Blog: Platform Programming

28 Jul 2015

Yakult Poster

Almost a year ago, I was travelling on the London Underground when I spotted the following advertisement/competition on the wall. I quickly realised that this is exactly the sort of problem which can quickly be solved with a simple bit of code. Why? Because despite the solution itself being fairly simple (grab a list of the tube names and remove any which include letters found within the given word, then return the left over station/s), the actual task of eliminating stations is boring, repetitive and slow. Exactly what computers are designed for.

Function Overview

So let’s get stuck into the code, for this I’ve used Python but obviously it’ll work in any programming language.

The core of this code all exists within one function, called riddle(), which takes the word with all the letters the final tube station shouldn’t include. In the above case, that word is ‘MACKEREL’ so we would call this function within a Python interpreter with riddle(‘MACKEREL’). There are also two optional arguments, whose default values are False.

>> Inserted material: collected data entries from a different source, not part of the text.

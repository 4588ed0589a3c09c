#include "tailwise/inputhash.h"

#include "tailwise/json.h"
#include "tailwise/sha256.h"

#include <algorithm>
#include <numeric>
#include <vector>

namespace tailwise {

namespace {

std::string dofText(const DegreesOfFreedom &d)
{
    switch (d.kind) {
    case DegreesOfFreedom::Kind::Unset: return "unset";
    case DegreesOfFreedom::Kind::Fit: return "fit";
    case DegreesOfFreedom::Kind::Given: return formatShortest(d.value);
    }
    return "unset";
}

void appendPrices(Sha256 &hash, const PriceHistory &prices)
{
    std::vector<int> order(prices.assets.size());
    std::iota(order.begin(), order.end(), 0);
    std::sort(order.begin(), order.end(), [&](int a, int b) { return prices.assets[a] < prices.assets[b]; });
    std::string line = "prices\ndate";
    for (const int c : order)
        line += "," + prices.assets[c];
    line += "\n";
    hash.update(line);
    for (int r = 0; r < prices.dayCount(); ++r) {
        line = toIso(prices.dates[r]);
        for (const int c : order) {
            line += ',';
            line += formatShortest(prices.prices(r, c));
        }
        line += '\n';
        hash.update(line);
    }
}

std::string holdingsText(const Holdings &holdings)
{
    std::vector<const Holding *> sorted;
    for (const auto &h : holdings)
        sorted.push_back(&h);
    std::stable_sort(sorted.begin(), sorted.end(), [](const Holding *a, const Holding *b) { return a->asset < b->asset; });
    std::string out = "holdings\n";
    for (const Holding *h : sorted) {
        out += h->asset + "," + formatShortest(h->quantity) + ","
               + (h->priceOverride ? formatShortest(*h->priceOverride) : std::string("-")) + ","
               + (h->value ? formatShortest(*h->value) : std::string("-")) + "\n";
    }
    return out;
}

} // namespace

std::string canonicalAssumptionsText(const Assumptions &a)
{
    std::string out = "assumptions\n";
    out += "confidence=" + formatShortest(a.confidence) + "\n";
    out += "horizon=" + std::to_string(a.horizonDays) + "\n";
    out += "days_per_year=" + std::to_string(a.daysPerYear) + "\n";
    out += "window=" + (a.window ? std::to_string(*a.window) : std::string("all")) + "\n";
    out += "returns=" + std::string(toName(a.returns)) + "\n";
    out += "estimator=" + std::string(toName(a.estimator)) + "\n";
    out += "lambda=" + formatShortest(a.lambda) + "\n";
    out += "mean=" + std::string(toName(a.mean)) + "\n";
    out += "model=" + std::string(toName(a.model)) + "\n";
    out += "dof=" + dofText(a.dof) + "\n";
    out += "historical_horizon=" + std::string(toName(a.historicalHorizon)) + "\n";
    // Written only when not the default, so that the text (and the hash) of every input made
    // before the choice existed stays as it was.
    if (a.scaling != MultiDayScaling::SquareRoot)
        out += "scaling=" + std::string(toName(a.scaling)) + "\n";
    out += "simulations=" + std::to_string(a.simulations) + "\n";
    out += "seed=" + std::to_string(a.seed) + "\n";
    return out;
}

std::string canonicalInputText(const PriceHistory &prices, const Holdings &holdings, const Assumptions &assumptions)
{
    // Same bytes as inputSha256 hashes, gathered into one string.
    std::string out = "tailwise-inputs 1\n";
    std::vector<int> order(prices.assets.size());
    std::iota(order.begin(), order.end(), 0);
    std::sort(order.begin(), order.end(), [&](int a, int b) { return prices.assets[a] < prices.assets[b]; });
    out += "prices\ndate";
    for (const int c : order)
        out += "," + prices.assets[c];
    out += "\n";
    for (int r = 0; r < prices.dayCount(); ++r) {
        out += toIso(prices.dates[r]);
        for (const int c : order) {
            out += ',';
            out += formatShortest(prices.prices(r, c));
        }
        out += '\n';
    }
    out += holdingsText(holdings);
    out += canonicalAssumptionsText(assumptions);
    return out;
}

std::string inputSha256(const PriceHistory &prices, const Holdings &holdings, const Assumptions &assumptions)
{
    Sha256 hash;
    hash.update("tailwise-inputs 1\n");
    appendPrices(hash, prices);
    hash.update(holdingsText(holdings));
    hash.update(canonicalAssumptionsText(assumptions));
    return hash.finishHex();
}

} // namespace tailwise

def riddle(word, infile=False, displayFalse=False):
    ...

One is ‘displayedFalse‘ which, when set as True, will return a list of the stations that are not the correct solution alongside the correct answer/s. The second optional argument is ‘infile‘ which, if set to the location of a file, will convert a given file into a list. This list will then be used in place of the default tube stations.

Setting The Table

As standard, the first priority of the script is to assign the variables which will be used throughout the script. For this, we have two fairly self-explanatory lists:

if os.path.exists(infile):
    print('TUBELIST set to given file')
    # if a file location is given, convert that file to TLIST
    TUBELIST = []
 
    # open file for reading
    f = open(infile, 'r')
 
    # loop over file, append each line (minus \n to list)
    for line in f:
        TUBELIST.append(line.rstrip('\n'))
 
    # clean up, close file
    f.close()
else:
    print('TUBELIST set to default')
    TUBELIST = ['Acton Town', 'Aldgate East', 'Aldgate', ... ]
falseList = []

TUBELIST, not shown here in full, is a complete list of all the stations on the London Underground and represented the most taxing stage of creating this script. In the end, I visited Wikipedia to rip and clean all the station names. This constant will contain a list of values within a given file, if one is given. The detection for this is to check (via os.path) if infile is a file that exists on the user’s computer. If it doesn’t, the list will be set as the default tube list. Despite this check, TUBELIST assignment can still fail if a non-standard file is given (ie. one which isn’t a text file with a list item per new line).

falseList represents all the tube stations which contain letters found within the given keyword. This is also the list that will return if ‘displayFalse‘ is set to True. Population of this list is core to this script.

The Workhorse

Here we can start talking about the method behind the solution. My approach was to iterate through each station in TUBELIST, then through each letter in the given keyword. For each letter, we check if it is also found within the station (note the converstion to lowercase as ‘A’ doesn’t equal ‘a’). If a letter from the keyword is found within the station name, that station name is added to the end of falseList.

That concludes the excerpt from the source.